⚠️ What the error means
If a material data file or allowance file becomes corrupt then the computations inside the software can't process the data provided and the calculation becomes meaningless, you might get these characters in the estimated waste area of your cutting list. -1.#J % Usually due to zero divided by zero and it looks like this is in the dialog box:
🧩 Common cause: CORRUPT LABOUR_V6.BIN
This is usually caused by the file Labour_V6.bin becoming corrupted by a network error.
We also got this result with a corrupted labour file. This file is where the default metal panel allowances are stored. The likelihood for a corruption is when you have several users on the same network and two users attempt to edit the file at the same time.
🛠️ Fix: replace or rebuild the corrupted file
The only fix is to find a backup up version of the file, delete and replace the corrupted file, or delete it and check the allowances again under [Estimate > Allowances] to set them up as you require them to be.
This only effects the Default panel allowances. If you save an allowance file for a particular profile, then a separate file, panel-name.SA2 is created. These *.SA2 files will not be effected.
🧱 Another example: panels on the wrong plane material
In a similar way, if you try to put metal panels on a roof model where you have designated the material to be tile you get a similar result. This issue is in trying to calculate the waste and dividing zero roof area by zero panel area.
✅ The Fix
Use [Tools > Change Plane Material] and change the roof planes to Metal, then run Gen Panels or Blocking again.

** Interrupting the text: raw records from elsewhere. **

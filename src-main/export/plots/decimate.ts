// Decimation for drawing: keeps, per bucket of consecutive samples, the first, the smallest and
// the largest sample (in time order), so peaks survive and a path never has more than about
// 3 x buckets points (the usual min/max envelope of waveform displays; common practice).

/** Indices to draw, increasing. */
export function decimateIndices(y: ArrayLike<number>, buckets = 1500): number[] {
  const n = y.length;
  if (n <= 3 * buckets) return Array.from({ length: n }, (_, i) => i);
  const out: number[] = [];
  const size = n / buckets;
  for (let b = 0; b < buckets; b++) {
    const s = Math.floor(b * size), e = Math.min(n, Math.floor((b + 1) * size));
    if (e <= s) continue;
    let lo = s, hi = s;
    for (let i = s + 1; i < e; i++) { if (y[i] < y[lo]) lo = i; if (y[i] > y[hi]) hi = i; }
    const pick = [s, lo, hi].sort((a, c) => a - c);
    for (let k = 0; k < 3; k++) if (k === 0 || pick[k] !== pick[k - 1]) out.push(pick[k]);
  }
  if (out[out.length - 1] !== n - 1) out.push(n - 1);
  return out;
}
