// The integral variant in C (care2-c.ts, a port of engine/control/care2.ts): one 2x2 CARE per
// sample. The check program compares the port with the engine's outputs (an independent
// implementation in another language) within 1e-9; a perturbed weight must make it fail.
import { describe, expect, it } from 'vitest';
import { exportC } from '../../../src-main/export/c/index.ts';
import { controllerFromDesign } from '../../../src-main/design/supervisor.ts';
import { compileAndRun, perturb } from './compile.ts';
import { duffingDesign, duffingH } from '../fixtures.ts';

const duffI = duffingDesign({ law: { ...duffingDesign().law, integral: { Qw: 2, antiWindup: 'conditional' } } });

describe('C port of the 2x2 CARE (integral action)', () => {
  it('Duffing level hold with integral action (2x2 CARE per sample): the port reproduces the engine within 1e-9', () => {
    const r = exportC(duffI, 'duffing_int', { vectors: { q0: 1.1, samples: 1500 } });
    const c = r.vectors.coverage;
    expect(c.saturated).toBeGreaterThan(10);
    expect(c.rateLimited).toBeGreaterThan(0);
    expect(c.riccatiFailures).toBe(0);
    for (let k = 0; k < r.vectors.t.length; k += 101) {
      expect(Math.abs(r.vectors.H[k] - duffingH(r.vectors.q[k], r.vectors.v[k]))).toBeLessThan(1e-14); // references.md, Duffing double well
    }
    // The integrator is at work: the engine's w is non-zero by the end (else this case would not test it).
    const sup = controllerFromDesign(duffI);
    for (let k = 0; k < r.vectors.t.length; k++) sup.step(r.vectors.q[k], r.vectors.v[k], r.vectors.t[k], 1 / duffI.sampleRateHz);
    expect(Math.abs(sup.last.w)).toBeGreaterThan(1e-3);
    const run = compileAndRun(r.files);
    expect(run.compilerOutput).toBe('');
    expect(run.status).toBe(0);
    expect(r.files[1].text).toContain('duffing_int_care2(');

    const bad = compileAndRun(perturb(r.files, 'duffing_int.c', /duffing_int_QW = 2\.0000000000000000;/, 'duffing_int_QW = 2.0000020000000000;'));
    expect(bad.status).toBe(1);

    // eps = 0: at b = 0 the 2x2 CARE has no stabilizing solution (G = 0, the integrator is not
    // stabilizable), u_fb = 0 there; the port must take the same path on the same samples.
    const d0 = duffingDesign({ law: { ...duffI.law, eps: 0 } });
    const r0 = exportC(d0, 'duffing_eps0', { vectors: { q0: 1.1, samples: 1500 } });
    expect(r0.vectors.coverage.riccatiFailures).toBeGreaterThan(0);
    expect(r0.vectors.coverage.riccatiFailures).toBe(r0.vectors.coverage.zeroB);
    const run0 = compileAndRun(r0.files);
    expect(run0.stdout).toMatch(/PASS/);
    expect(run0.status).toBe(0);
  });

});
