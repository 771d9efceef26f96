// Phase portrait: the trajectory (q, v) over level sets of H. The level sets are the contours
// of H sampled on a regular grid (marching squares with linear interpolation, d3-contour;
// Lorensen & Cline 1987 for the method). d3-contour places grid sample (i, j) at (i + 0.5, j + 0.5)
// in its output coordinates; they are mapped back to (q, v) here.
import { contours, line, scaleLinear } from 'd3';
import { axes, legend, plotClip } from './axes.ts';
import { COLORS } from './colors.ts';
import { decimateIndices } from './decimate.ts';
import { el, frameOf, px, svgDocument, uniqueId, type PlotOptions } from './svg.ts';

export interface PhasePlotOptions extends PlotOptions {
  energy: (q: number, v: number) => number;
  qRange: [number, number];
  vRange: [number, number];
  /** 'angle' labels q in rad, 'linear' in m. */
  coordinate: 'angle' | 'linear';
  /** Energy unit for the legend. */
  unit: string;
  trajectory?: { q: ArrayLike<number>; v: ArrayLike<number> };
  /** Levels drawn emphasised (targets, barrier energies). */
  levels?: readonly number[];
  /** Number of background levels; default 14. */
  count?: number;
  /** Grid resolution (q samples); default 160. */
  grid?: number;
}

export function phasePlot(o: PhasePlotOptions): string {
  if (typeof o.energy !== 'function') throw new TypeError('energy: expected a function H(q, v)');
  const [qa, qb] = o.qRange, [va, vb] = o.vRange;
  if (!(Number.isFinite(qa) && Number.isFinite(qb) && qb > qa)) throw new RangeError(`qRange: expected [min, max] with max > min, got [${qa}, ${qb}]`);
  if (!(Number.isFinite(va) && Number.isFinite(vb) && vb > va)) throw new RangeError(`vRange: expected [min, max] with max > min, got [${va}, ${vb}]`);
  const f = frameOf(o);
  const x = scaleLinear().domain([qa, qb]).range([f.margin.left, f.width - f.margin.right]);
  const y = scaleLinear().domain([va, vb]).range([f.height - f.margin.bottom, f.margin.top]);
  const nx = o.grid ?? 160;
  const ny = Math.max(20, Math.round(nx * (f.height - f.margin.top - f.margin.bottom) / (f.width - f.margin.left - f.margin.right)));
  const dq = (qb - qa) / (nx - 1), dv = (vb - va) / (ny - 1);
  const values = new Array<number>(nx * ny);
  let lo = Infinity, hi = -Infinity;
  for (let j = 0; j < ny; j++) for (let i = 0; i < nx; i++) {
    const h = o.energy(qa + i * dq, va + j * dv);
    values[j * nx + i] = h;
    if (Number.isFinite(h)) { if (h < lo) lo = h; if (h > hi) hi = h; }
  }
  if (!(hi > lo)) throw new RangeError('energy: H is constant or not finite over the plotted range');
  const gen = contours().size([nx, ny]);
  const background = scaleLinear().domain([lo, hi]).ticks(o.count ?? 14).filter((t) => t > lo && t < hi);
  const toPath = (rings: number[][][][]) => rings.map((poly) => poly.map((ring) => `M${ring.map(([gx, gy]) => `${px(x(qa + (gx - 0.5) * dq))},${px(y(va + (gy - 0.5) * dv))}`).join('L')}Z`).join('')).join('');
  const bgPaths = background.map((t) => el('path', { d: toPath(gen.contour(values, t).coordinates), fill: 'none', stroke: COLORS.sky, 'stroke-width': 0.8, 'stroke-opacity': 0.9 })).join('');
  const emph = (o.levels ?? []).filter((t) => t > lo && t < hi);
  const emPaths = emph.map((t) => el('path', { d: toPath(gen.contour(values, t).coordinates), fill: 'none', stroke: COLORS.vermillion, 'stroke-width': 1.8, 'stroke-dasharray': '6 3' })).join('');
  let traj = '';
  if (o.trajectory) {
    const { q, v } = o.trajectory;
    if (q.length !== v.length) throw new RangeError(`trajectory: q and v differ in length (${q.length}, ${v.length})`);
    const idx = decimateIndices(q, 2000);
    traj = el('path', { d: line<number>().x((i) => x(q[i])).y((i) => y(v[i]))(idx) ?? '', fill: 'none', stroke: COLORS.blue, 'stroke-width': 1.3 });
    if (q.length > 0) traj += el('circle', { cx: x(q[0]), cy: y(v[0]), r: 4, fill: COLORS.green, stroke: '#ffffff' });
  }
  const [defs, clip] = plotClip(f, uniqueId('clip-phase'));
  const qu = o.coordinate === 'angle' ? 'rad' : 'm';
  const body = defs + axes(x, y, f, `q (${qu})`, `v (${qu}/s)`)
    + `<g clip-path="${clip}">${bgPaths}${emPaths}${traj}</g>`
    + legend(f, [
      { label: `level sets of H (${o.unit})`, color: COLORS.sky },
      ...(emph.length > 0 ? [{ label: 'target / barrier levels', color: COLORS.vermillion, dash: '6 3' }] : []),
      ...(o.trajectory ? [{ label: 'trajectory (start: dot)', color: COLORS.blue }] : []),
    ]);
  return svgDocument(f, body, o.title, 'Phase portrait: trajectory over level sets of the energy.');
}
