// The potential landscape V(q) = H(q, 0) (design.md §2 "Wells and hops") with its wells (minima)
// and barriers (maxima between them) marked, and optional target levels.
import { line, scaleLinear } from 'd3';
import { axes, legend, plotClip } from './axes.ts';
import { COLORS } from './colors.ts';
import { el, escapeXml, frameOf, px, svgDocument, uniqueId, type PlotOptions } from './svg.ts';

export interface LandscapePlotOptions extends PlotOptions {
  V: (q: number) => number;
  qRange: [number, number];
  coordinate: 'angle' | 'linear';
  unit: string;
  wells?: readonly { index: number; q: number; energy: number }[];
  barriers?: readonly { q: number; energy: number }[];
  targets?: readonly { label: string; energy: number }[];
  samples?: number;
}

export function landscapePlot(o: LandscapePlotOptions): string {
  if (typeof o.V !== 'function') throw new TypeError('V: expected a function V(q)');
  const [qa, qb] = o.qRange;
  if (!(Number.isFinite(qa) && Number.isFinite(qb) && qb > qa)) throw new RangeError(`qRange: expected [min, max] with max > min, got [${qa}, ${qb}]`);
  const f = frameOf(o);
  const n = o.samples ?? 400;
  const qs = Array.from({ length: n }, (_, i) => qa + ((qb - qa) * i) / (n - 1));
  const vs = qs.map(o.V);
  const ys = [...vs, ...(o.targets ?? []).map((t) => t.energy), ...(o.wells ?? []).map((w) => w.energy), ...(o.barriers ?? []).map((b) => b.energy)].filter(Number.isFinite);
  let lo = Math.min(...ys), hi = Math.max(...ys);
  if (!(hi > lo)) { lo -= 1; hi += 1; }
  const pad = 0.08 * (hi - lo);
  const x = scaleLinear().domain([qa, qb]).range([f.margin.left, f.width - f.margin.right]);
  const y = scaleLinear().domain([lo - pad, hi + pad]).range([f.height - f.margin.bottom, f.margin.top]).nice();
  const path = line<number>().defined((i) => Number.isFinite(vs[i])).x((i) => x(qs[i])).y((i) => y(vs[i]))(qs.map((_, i) => i)) ?? '';
  const [defs, clip] = plotClip(f, uniqueId('clip-landscape'));
  const marks: string[] = [];
  for (const t of o.targets ?? []) {
    marks.push(el('line', { x1: f.margin.left, x2: f.width - f.margin.right, y1: y(t.energy), y2: y(t.energy), stroke: COLORS.orange, 'stroke-width': 1.5, 'stroke-dasharray': '6 4' }));
    marks.push(el('text', { x: f.margin.left + 6, y: y(t.energy) - 5, fill: COLORS.ink, 'font-size': 11 }, escapeXml(t.label)));
  }
  for (const w of o.wells ?? []) {
    marks.push(el('circle', { cx: x(w.q), cy: y(w.energy), r: 5, fill: COLORS.green, stroke: '#ffffff' }));
    const X = x(w.q);
    const anchor = X - f.margin.left < 30 ? 'start' : f.width - f.margin.right - X < 30 ? 'end' : 'middle';
    marks.push(el('text', { x: X, y: y(w.energy) + 18, 'text-anchor': anchor, fill: COLORS.ink, 'font-size': 11 }, escapeXml(`well ${w.index}`)));
  }
  for (const b of o.barriers ?? []) {
    const X = x(b.q), Y = y(b.energy);
    marks.push(el('path', { d: `M${px(X)},${px(Y - 7)}L${px(X + 6)},${px(Y + 4)}L${px(X - 6)},${px(Y + 4)}Z`, fill: COLORS.vermillion, stroke: '#ffffff' }));
    // Labels of marks at the ends of the range are anchored inward so they stay inside the plot.
    const anchor = X - f.margin.left < 30 ? 'start' : f.width - f.margin.right - X < 30 ? 'end' : 'middle';
    marks.push(el('text', { x: X, y: Y - 11, 'text-anchor': anchor, fill: COLORS.ink, 'font-size': 11 }, 'barrier'));
  }
  const qu = o.coordinate === 'angle' ? 'rad' : 'm';
  const body = defs + axes(x, y, f, `q (${qu})`, `V(q) = H(q, 0) (${o.unit})`)
    + `<g clip-path="${clip}">${el('path', { d: path, fill: 'none', stroke: COLORS.blue, 'stroke-width': 1.8 })}${marks.join('')}</g>`
    + legend(f, [
      { label: 'V(q)', color: COLORS.blue },
      ...((o.wells ?? []).length ? [{ label: 'wells (dots), barriers (triangles)', color: COLORS.green }] : []),
      ...((o.targets ?? []).length ? [{ label: 'targets', color: COLORS.orange, dash: '6 4' }] : []),
    ]);
  return svgDocument(f, body, o.title, 'Potential landscape V(q) with wells and barriers.');
}
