package org.outstage.verify;

import static org.junit.jupiter.api.Assertions.assertEquals;
import static org.junit.jupiter.api.Assertions.assertThrows;
import static org.junit.jupiter.api.Assertions.assertTrue;

import java.util.List;
import java.util.Optional;
import java.util.OptionalDouble;
import org.junit.jupiter.api.Test;
import org.outstage.analysis.Crosstalk;
import org.outstage.analysis.FrequencyResponse;
import org.outstage.analysis.Intermodulation;
import org.outstage.analysis.NoiseFigures;
import org.outstage.analysis.OutputImpedance;

/** The issue-12 limits: parsing (docs/spec-format.md) and the verdicts on given figures (the figures themselves are tested in analysis). */
class SpecSheetLimitsTest {
    static final String SPEC = """
            name T
            rated-power 60 W
            rated-load 8 ohm
            imd                <= 0.05 %   at smpte
            imd                <= 0.1 %    at difference-frequency
            snr                >= 100 dB   at rated power, a-weighted
            snr                >= 80 dB    at 1 W
            crosstalk          <= -60 dB   at 1 kHz
            response-deviation <= 0.5 dB
            bandwidth-low      <= 10 Hz
            bandwidth-high     >= 50 kHz
            damping-factor     >= 100      at 1 kHz, 8 ohm
            """;

    static Intermodulation imd(Intermodulation.Method m, double ratio) {
        return new Intermodulation(m, 60, 7000, 0.4, 0.1, 4, ratio, List.of(ratio), List.of(), true);
    }

    @Test
    void parses_everyNewQuantity() {
        SpecProfile p = SpecParser.parse(SPEC, "t.spec");
        assertEquals(9, p.limits().size());
        assertEquals("smpte", p.limits().get(0).qualifier());
        assertEquals(0.0005, p.limits().get(0).bound(), 1e-15);
        assertEquals(60, p.limits().get(2).powerWatts().getAsDouble());
        assertEquals("a-weighted", p.limits().get(2).qualifier());
        assertEquals(-60, p.limits().get(4).bound());
        assertEquals(50000, p.limits().get(7).bound());
        assertEquals(100, p.limits().get(8).bound());
        assertThrows(IllegalArgumentException.class, () -> SpecParser.parse("crosstalk <= 60 dB at 1 kHz", "x"), "crosstalk must be negative");
        assertThrows(IllegalArgumentException.class, () -> SpecParser.parse("snr >= 90 dB", "x"), "snr needs its power");
        assertThrows(IllegalArgumentException.class, () -> SpecParser.parse("damping-factor >= 100 ohm", "x"));
    }

    @Test
    void verdicts_onGivenFigures() {
        SpecProfile p = SpecParser.parse(SPEC, "t.spec");
        // noise 20 µV rms A-weighted: S/N re 60 W into 8 Ω = 20·lg(√480/20e-6) = 120.8 dB (common practice, §13)
        NoiseFigures noise = new NoiseFigures(50e-6, 20e-6, 20, 20000, OptionalDouble.empty(), List.of(), OptionalDouble.empty(),
                OptionalDouble.empty(), OptionalDouble.empty(), OptionalDouble.empty());
        FrequencyResponse resp = new FrequencyResponse(List.of(), 26, OptionalDouble.of(4.2), OptionalDouble.of(41000), 20, 20000, -0.3, 0.1,
                List.of(), 2, 46000, 10, true);
        List<SpecReading> r = List.of(
                SpecReading.of("smpte.wav", 1, "V", OptionalDouble.empty()).withImd(Optional.of(imd(Intermodulation.Method.MODULATION, 0.0003))),
                SpecReading.of("twin.wav", 1, "V", OptionalDouble.empty()).withImd(Optional.of(imd(Intermodulation.Method.DIFFERENCE_FREQUENCY, 0.002))),
                SpecReading.of("noise.wav", 1, "V", OptionalDouble.of(8)).withNoise(Optional.of(noise)),
                SpecReading.of("xtalk.wav", 2, "V", OptionalDouble.empty()).withCrosstalk(Optional.of(new Crosstalk(1, 1000, 1e-3, true))),
                SpecReading.of("sweep.wav", 2, "V", OptionalDouble.empty()).withResponse(Optional.of(resp)),
                SpecReading.of("loaded.wav", 1, "V", OptionalDouble.of(8)).withImpedance(Optional.of(OutputImpedance.of(8, 1000, 2, 1.996))));
        List<LimitResult> res = Verifier.verify(p, List.of(), r).results();
        assertEquals(Verdict.PASS, res.get(0).verdict());                       // 0.03 % <= 0.05 %
        assertEquals(Verdict.FAIL, res.get(1).verdict());                       // 0.2 % > 0.1 %
        assertEquals(20 * Math.log10(Math.sqrt(480) / 20e-6), res.get(2).measured().getAsDouble(), 1e-9);
        assertEquals(20 * Math.log10(Math.sqrt(8) / 50e-6), res.get(3).measured().getAsDouble(), 1e-9);
        assertEquals(-60, res.get(4).measured().getAsDouble(), 1e-9);
        assertEquals(Verdict.PASS, res.get(4).verdict());                       // −60 <= −60
        assertEquals(0.3, res.get(5).measured().getAsDouble(), 1e-12);
        assertEquals(Verdict.PASS, res.get(6).verdict());
        assertEquals(Verdict.FAIL, res.get(7).verdict());                       // 41 kHz < 50 kHz
        assertEquals(499, res.get(8).measured().getAsDouble(), 1e-6);
        List<LimitResult> none = Verifier.verify(p, List.of(), List.of()).results();
        assertTrue(none.stream().allMatch(x -> x.verdict() == Verdict.NOT_MEASURED));
    }
}
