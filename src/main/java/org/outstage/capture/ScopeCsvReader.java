package org.outstage.capture;

import java.io.IOException;
import java.io.StringReader;
import java.nio.ByteBuffer;
import java.nio.charset.CharacterCodingException;
import java.nio.charset.CodingErrorAction;
import java.nio.charset.StandardCharsets;
import java.nio.file.Files;
import java.nio.file.Path;
import java.util.ArrayList;
import java.util.Arrays;
import java.util.HashMap;
import java.util.List;
import java.util.Locale;
import java.util.Map;
import java.util.regex.Matcher;
import java.util.regex.Pattern;
import org.apache.commons.csv.CSVFormat;
import org.apache.commons.csv.CSVParser;
import org.apache.commons.csv.CSVRecord;
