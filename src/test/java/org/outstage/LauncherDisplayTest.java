package org.outstage;

import static org.junit.jupiter.api.Assertions.assertFalse;
import static org.junit.jupiter.api.Assertions.assertTrue;

import java.util.Map;
import org.junit.jupiter.api.Test;

/**
 * With no command the launcher opens the workbench where a display exists, else runs the bench job. Windows and macOS
 * set no DISPLAY variable, yet have their desktop: before, a double-clicked image there ran the bench job unseen.
 */
class LauncherDisplayTest {
    @Test
    void linux_needsAnX11OrWaylandDisplay() {
        assertFalse(Launcher.hasDisplay("Linux", Map.of(), false));
        assertFalse(Launcher.hasDisplay("Linux", Map.of("DISPLAY", " "), false));
        assertTrue(Launcher.hasDisplay("Linux", Map.of("DISPLAY", ":0"), false));
        assertTrue(Launcher.hasDisplay("Linux", Map.of("WAYLAND_DISPLAY", "wayland-0"), false));
    }

    @Test
    void windowsAndMacOs_haveTheirDesktop() {
        assertTrue(Launcher.hasDisplay("Windows 11", Map.of(), false));
        assertTrue(Launcher.hasDisplay("Mac OS X", Map.of(), false));
    }

    @Test
    void headless_neverOpensTheWorkbench() {
        assertFalse(Launcher.hasDisplay("Linux", Map.of("DISPLAY", ":0"), true));
        assertFalse(Launcher.hasDisplay("Windows 11", Map.of(), true));
    }
}
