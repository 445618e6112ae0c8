#!/usr/bin/env bash
# Adds Outstage to the desktop's application menu (Linux image): writes outstage.desktop, naming this image's launcher
# and icon where the image is now, into ${XDG_DATA_HOME:-~/.local/share}/applications/. Run it again after moving the
# image. tools/package-image installs it as bin/outstage-desktop-entry, with the entry's template in lib/.
set -euo pipefail
case "${1:-}" in
  -h|--help) echo "usage: outstage-desktop-entry    adds Outstage to the desktop's application menu, naming this image where it is now"; exit 0 ;;
  "") ;;
  *) echo "outstage-desktop-entry: no option '$1' (usage: outstage-desktop-entry [--help])" >&2; exit 2 ;;
esac
app="$(cd "$(dirname "$(readlink -f "${BASH_SOURCE[0]}")")/.." && pwd -P)"
template="$app/lib/outstage.desktop.in"
[ -f "$template" ] || { echo "outstage-desktop-entry: $template is missing" >&2; exit 2; }
dest="${XDG_DATA_HOME:-$HOME/.local/share}/applications"
mkdir -p "$dest"
# the path goes into a sed replacement: escape what sed would read there (backslash, the delimiter, &)
esc=$(printf '%s' "$app" | sed 's/[\\|&]/\\&/g')
sed "s|@APPDIR@|$esc|g" "$template" > "$dest/outstage.desktop.tmp"
mv -f "$dest/outstage.desktop.tmp" "$dest/outstage.desktop"
echo "outstage-desktop-entry: $dest/outstage.desktop (starts $app/bin/outstage)"
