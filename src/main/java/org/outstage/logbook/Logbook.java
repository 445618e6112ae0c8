package org.outstage.logbook;

import java.io.IOException;
import java.io.InputStream;
import java.io.OutputStream;
import java.nio.channels.FileChannel;
import java.nio.charset.StandardCharsets;
import java.nio.file.AtomicMoveNotSupportedException;
import java.nio.file.Files;
import java.nio.file.Path;
import java.nio.file.StandardCopyOption;
import java.nio.file.StandardOpenOption;
import java.security.DigestInputStream;
import java.security.MessageDigest;
import java.security.NoSuchAlgorithmException;
import java.sql.Connection;
import java.sql.PreparedStatement;
import java.sql.ResultSet;
import java.sql.SQLException;
import java.sql.Statement;
import java.sql.Types;
import java.time.Instant;
import java.util.ArrayList;
import java.util.HexFormat;
import java.util.LinkedHashMap;
import java.util.LinkedHashSet;
import java.util.List;
import java.util.Map;
import java.util.Objects;
import java.util.Optional;
import java.util.OptionalDouble;
import java.util.Set;
import org.outstage.json.Json;
import org.outstage.verify.KeyFigures;
import org.sqlite.SQLiteConfig;
import org.sqlite.SQLiteOpenMode;
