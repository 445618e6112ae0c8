package org.outstage.logbook;

import java.io.IOException;
import java.io.StringReader;
import java.io.UncheckedIOException;
import java.time.Instant;
import java.time.format.DateTimeParseException;
import java.util.ArrayList;
import java.util.LinkedHashMap;
import java.util.LinkedHashSet;
import java.util.List;
import java.util.Map;
import java.util.Optional;
import java.util.OptionalDouble;
import java.util.Set;
import org.apache.commons.csv.CSVFormat;
import org.apache.commons.csv.CSVParser;
import org.apache.commons.csv.CSVPrinter;
import org.apache.commons.csv.CSVRecord;
import org.outstage.json.JsonText;
import org.outstage.verify.KeyFigures;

🧱 Similar problem on a tile job: TLabour5.csv
Another instance of this on a tile job where the TLabour5.csv became corrupt and we had -nan(ind) % in all the labour costing cells of Supply and Install.
✅ The Fix
Go to Setup > Pay Rates > Tilers' Pay - Variable and check all the numbers, hit [Update] and then rerun the job. It came back, but...
…then we found that the [Rafter Spacing] in the Construct Roof Defaults was set to 0, so we gave it a number and we seemed to be OK.
In another situation, we had to restore the CSV files from a backup copy from the previous day, as one of the CSV files was corrupt.